■ YOUR GOAL:
Look below for the line that has "module = importlib.reload(loaded)". Set down the lines from there through the line that has "return func", exactly as written.

■ RECORDS PROVIDED:
========

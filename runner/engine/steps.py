"""Steps: polars SQL over the inputs, or a Python function. Lazy end to end.

A SQL step sees every input by name, every earlier step that has a `name:`,
and `bounds(window_start, window_end)`, one row of UTC datetimes. A python
step `package.module:function` (imported from the workspace) is called with
the inputs and earlier named steps as keyword arguments (LazyFrames; only
those its signature accepts, unless it takes **kwargs) plus `window`, and
returns a LazyFrame or DataFrame. The last step's result is the output.
"""

from __future__ import annotations

import importlib
import importlib.util
import inspect
import sys
from pathlib import Path
from typing import TYPE_CHECKING, Any

from runner.core.sqlcheck import SqlRefused, bounds_frame, query_shape
from runner.errors import WeirError
from runner.model.spec import JobSpec, PythonStep, SqlStep
from runner.model.timeutil import to_us

if TYPE_CHECKING:
    import polars as pl

    from runner.core.windows import Window


class StepError(WeirError):
    """A step could not be built (bad SQL, python step not importable, wrong return type)."""


def module_file(root: Path, module: str) -> Path:
    _on_path(root)
    try:
        spec = importlib.util.find_spec(module)
    except (ImportError, ValueError) as exc:
        raise StepError(f"python step module {module!r} cannot be found: {exc}") from None
    if spec is None or spec.origin is None or not spec.has_location:
        raise StepError(f"python step module {module!r} cannot be found in the workspace or the environment")
    return Path(spec.origin)


def _on_path(root: Path) -> None:
    """Python step modules are found in the workspace root and its jobs/ folder, before anywhere else."""
    for folder in (root / "jobs", root):
        text = str(folder)
        if text in sys.path:
            sys.path.remove(text)
        sys.path.insert(0, text)


def code_pieces(spec: JobSpec, root: Path) -> list[tuple[str, str]]:
    """(label, text) for each step: the SQL, or the python module's source."""
    pieces = []
    for i, step in enumerate(spec.steps):
        label = f"{i + 1}" + (f" ({step.name})" if step.name else "")
        if isinstance(step, SqlStep):
            pieces.append((f"{label} sql", step.sql))
        else:
            module = step.python.split(":")[0]
            path = module_file(root, module)
            try:
                text = path.read_bytes().decode("utf-8", errors="replace")
            except OSError as exc:
                raise StepError(f"cannot read python step module {path}: {exc}") from None
            pieces.append((f"{label} python {step.python}", text))
    return pieces


_loaded: dict[str, tuple[float, int]] = {}


def load_callable(root: Path, ref: str) -> Any:
    """Import `package.module:function` from the workspace (reloaded when its file changed)."""
    module_name, func_name = ref.split(":")
    path = module_file(root, module_name)
    stamp = (path.stat().st_mtime, path.stat().st_size)
    loaded = sys.modules.get(module_name)
    if loaded is not None and Path(getattr(loaded, "__file__", "") or "").resolve() != path.resolve():
        del sys.modules[module_name]  # a module of that name from another workspace
        loaded = None
    try:
        if loaded is not None and _loaded.get(module_name) != stamp:
            module = importlib.reload(loaded)
        else:
            module = importlib.import_module(module_name)
    except Exception as exc:
        raise StepError(f"python step {ref}: importing {module_name} failed: {type(exc).__name__}: {exc}") from exc
    _loaded[module_name] = stamp
    func = getattr(module, func_name, None)
    if not callable(func):
        raise StepError(f"python step {ref}: {module_name} has no function {func_name!r}")
    return func


def build(spec: JobSpec, inputs: dict[str, pl.LazyFrame], window: Window, root: Path) -> pl.LazyFrame:
    """The lazy result of all steps for one window (nothing is computed yet)."""
    import polars as pl

    frames: dict[str, pl.LazyFrame] = dict(inputs)
    result: pl.LazyFrame | None = None
    bounds = None
    for i, step in enumerate(spec.steps):
        where = f"step {i + 1}" + (f" ({step.name})" if step.name else "")
        if isinstance(step, SqlStep):
            try:  # the guard again: the job file may have changed since `weir check`
                shape = query_shape(step.sql)
            except SqlRefused as exc:
                raise StepError(f"{where}: {exc}") from None
            # Only the tables the step reads: registering every earlier step for each step is quadratic.
            tables = {name: frame for name, frame in frames.items() if name.lower() in shape.mentions}
            if "bounds" in shape.mentions:  # built only for steps that read it
                bounds = bounds if bounds is not None else bounds_frame(to_us(window.start), to_us(window.end))
                tables["bounds"] = bounds
            ctx = pl.SQLContext(frames=tables, eager=False)
            try:
                result = ctx.execute(step.sql)
            except pl.exceptions.PolarsError as exc:
                raise StepError(f"{where}: {type(exc).__name__}: {str(exc).splitlines()[0]}") from None
        else:
            assert isinstance(step, PythonStep)
            func = load_callable(root, step.python)
            kwargs = _arguments(func, frames, window)
            out = func(**kwargs)
            if isinstance(out, pl.DataFrame):
                out = out.lazy()
            if not isinstance(out, pl.LazyFrame):
                raise StepError(f"{where}: {step.python} returned {type(out).__name__}, "
                                "not a polars LazyFrame or DataFrame")
            result = out
        if step.name:
            frames[step.name] = result
    assert result is not None
    return result


def _arguments(func: Any, frames: dict[str, pl.LazyFrame], window: Window) -> dict[str, Any]:
    available: dict[str, Any] = {**frames, "window": window}
    try:
        params = inspect.signature(func).parameters
    except (TypeError, ValueError):
        return available
    if any(p.kind is inspect.Parameter.VAR_KEYWORD for p in params.values()):
        return available
    return {k: v for k, v in available.items() if k in params}
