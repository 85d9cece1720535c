"""Running what is due: one tick (plan, then run, under the workspace's tick lock) and the serving
loop that ticks forever.

`tick` takes the tick lock, plans with a fresh survey, runs the due windows
(at most `max_catch_up` per job) and the waiting ones whose producers run in
the same tick, then writes the idle gate when nothing was due
(`runner.engine.gate`). `serve` repeats it every interval with the clock and
the sleep injected, so that its timing is tested without waiting.
"""

from __future__ import annotations

from collections.abc import Callable
from dataclasses import dataclass, field
from datetime import datetime
from typing import Any

from runner.core.states import State, Status
from runner.core.workspace import Workspace


@dataclass
class TickResult:
    """What one tick did. `ran` is False when another tick held the lock (`holder`); `gated` when the
    idle gate answered that nothing can be due before `idle_until` (None: no change ahead by the clock)."""

    ran: bool
    holder: str | None = None
    outcomes: list[Any] = field(default_factory=list)
    held_back: dict[str, int] = field(default_factory=dict)
    waiting: dict[str, int] = field(default_factory=dict)
    unplanned: dict[str, str] = field(default_factory=dict)  # job -> why it could not be planned
    gated: bool = False
    idle_until: datetime | None = None

    def counts(self) -> dict[str, int]:
        out: dict[str, int] = {}
        for o in self.outcomes:
            out[o.status] = out.get(o.status, 0) + 1
        return out

    @property
    def failed(self) -> bool:
        return self.ran and any(o.status == Status.FAILED for o in self.outcomes)

    def as_dict(self) -> dict[str, Any]:
        head = {"ran": self.ran, "holder": self.holder, "counts": self.counts(),
                "windows": [o.as_dict() for o in self.outcomes], "remaining": self.held_back,
                "waiting": self.waiting}
        if self.gated:
            return {**head, "idle_until": self.idle_until.isoformat() if self.idle_until else None}
        return {**head, "unplanned": self.unplanned}


def tick(ws: Workspace, at: datetime, *, ledger_url: str | None = None, workers: int = 1,
         should_stop: Callable[[], bool] | None = None, on_outcome: Callable[..., Any] | None = None) -> TickResult:
    """Plan, then run what is due (oldest first, `max_catch_up` per job), one tick per workspace at a time."""
    from runner.core.planner import job_plans, tasks_for
    from runner.core.workspace import producer_windows
    from runner.engine import gate
    from runner.engine.context import RunContext
    from runner.engine.pool import run_tasks
    from runner.engine.survey import survey
    from runner.io.ledger.leases import HeldLock
    from runner.io.ledger.store import open_ledger
    from runner.io.outputs import sweep_temporaries
    from runner.io.owners import owner_id

    watch = _gate_watch(ws)
    # what the gate watches, seen before planning: a change while the tick plans must not be absorbed
    seen = _gate_files(ws, watch)
    ledger = open_ledger(ws.root, ledger_url)
    owner = owner_id()
    idle = None
    try:
        with HeldLock(ledger, "tick", owner, ws.settings.lease.total_seconds()) as lock:
            if not lock.acquired:
                return TickResult(ran=False, holder=lock.holder())
            sweep_temporaries(ws, at)
            before = gate.ledger_stat(ws.root, ledger_url)  # this tick only reads it from here on
            assessed = survey(ws, ledger, at, None)
            plans = job_plans(ws, assessed, cap=True)
            items = [i for p in plans for i in p.due]
            if (not items and not any(p.counts.get(State.RUNNING) for p in plans) and not assessed.unplanned
                    and gate.ledger_stat(ws.root, ledger_url) == before):
                idle = assessed  # nothing due, nobody mid-window, no write while planning: may stop early
            # waiting windows whose producers run in this tick go along; they run if those finish
            runnable = {(i.job, i.window.key) for i in items}
            for p in plans:
                for w in p.waiting:
                    if any((pjob, pw.key) in runnable for _, pjob, pw in producer_windows(ws, w.job, w.window)):
                        items.append(w)
            tasks = tasks_for(ws, _dependency_sorted(ws, items))
            outcomes = run_tasks(tasks, RunContext(ws=ws, ledger=ledger, owner=owner), workers,
                                 on_outcome=on_outcome, should_stop=should_stop, leases=lock.leases)
            return TickResult(True, None, outcomes, {p.job: p.held_back for p in plans if p.held_back},
                              {p.job: len(p.waiting) for p in plans if p.waiting}, dict(assessed.unplanned))
    finally:
        ledger.dispose()  # closes SQLite cleanly (a checkpoint) before the gate looks at its file
        _update_gate(ws, ledger_url, idle, at, watch, seen)


def _dependency_sorted(ws: Workspace, items: list) -> list:
    rank = {name: i for i, name in enumerate(ws.order)}
    return sorted(items, key=lambda i: (rank[i.job], i.window.start))


def _gate_watch(ws: Workspace) -> tuple[list[str], list[str]] | None:
    """The input templates and python step module files the tick gate watches (None: cannot watch)."""
    from runner.engine.steps import StepError, module_file
    from runner.model.spec import FileInput, PythonStep

    templates = sorted({s.files for j in ws.jobs.values() for s in j.spec.inputs.values()
                        if isinstance(s, FileInput)})
    modules = []
    try:
        for job in ws.jobs.values():
            for step in job.spec.steps:
                if isinstance(step, PythonStep):
                    modules.append(str(module_file(ws.root, step.python.split(":")[0])))
    except StepError:
        return None
    return templates, sorted(set(modules))


def _gate_files(ws: Workspace, watch: tuple[list[str], list[str]] | None) -> str | None:
    from runner.engine import gate

    return gate.observe_files(ws.root, *watch) if watch is not None else None


def _update_gate(ws: Workspace, ledger_url: str | None, assessed, at: datetime,
                 watch: tuple[list[str], list[str]] | None, seen: str | None) -> None:
    """Write the tick gate after a tick that found nothing due (`assessed`), else remove it."""
    from runner.core.planner import next_change
    from runner.engine import gate

    if assessed is None or watch is None:
        gate.clear(ws.root)
        return
    gate.write(ws.root, ledger_url, *watch, next_change(ws, assessed, at), seen=seen)


def serve(load: Callable[[], Workspace], *, interval: float, clock: Callable[[], datetime],
          monotonic: Callable[[], float], sleep: Callable[[float], None], should_stop: Callable[[], bool],
          on_tick: Callable[[TickResult, datetime], None], on_error: Callable[[str, datetime | None], None],
          ledger_url: str | None = None, workers: int = 1) -> None:
    """Tick every `interval` seconds until `should_stop()`; between ticks, reload the jobs with `load`.

    A tick that raises is reported (`on_error`) and the loop goes on; job
    files that no longer load keep the previous ones (reported without an
    instant). Waits in steps of at most half a second, so a stop request is
    seen soon. The clock (ticks' instants), the monotonic timer (the interval)
    and `sleep` are injected: tests drive the loop without waiting.
    """
    ws = load()
    while not should_stop():
        started, now = monotonic(), clock()
        try:
            on_tick(tick(ws, now, ledger_url=ledger_url, workers=workers, should_stop=should_stop), now)
        except Exception as exc:  # noqa: BLE001 - a service keeps going; the error is logged
            on_error(f"tick failed: {exc}", now)
        while not should_stop() and monotonic() - started < interval:
            sleep(min(0.5, interval))
        if not should_stop():
            try:
                ws = load()
            except Exception as exc:  # noqa: BLE001 - keep the last valid jobs
                on_error(f"job files invalid, keeping the previous ones: {str(exc).splitlines()[0]}", None)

========

■ PROBLEM SOLUTION:
            module = importlib.reload(loaded)
        else:
            module = importlib.import_module(module_name)
    except Exception as exc:
        raise StepError(f"python step {ref}: importing {module_name} failed: {type(exc).__name__}: {exc}") from exc
    _loaded[module_name] = stamp
    func = getattr(module, func_name, None)
    if not callable(func):
        raise StepError(f"python step {ref}: {module_name} has no function {func_name!r}")
    return func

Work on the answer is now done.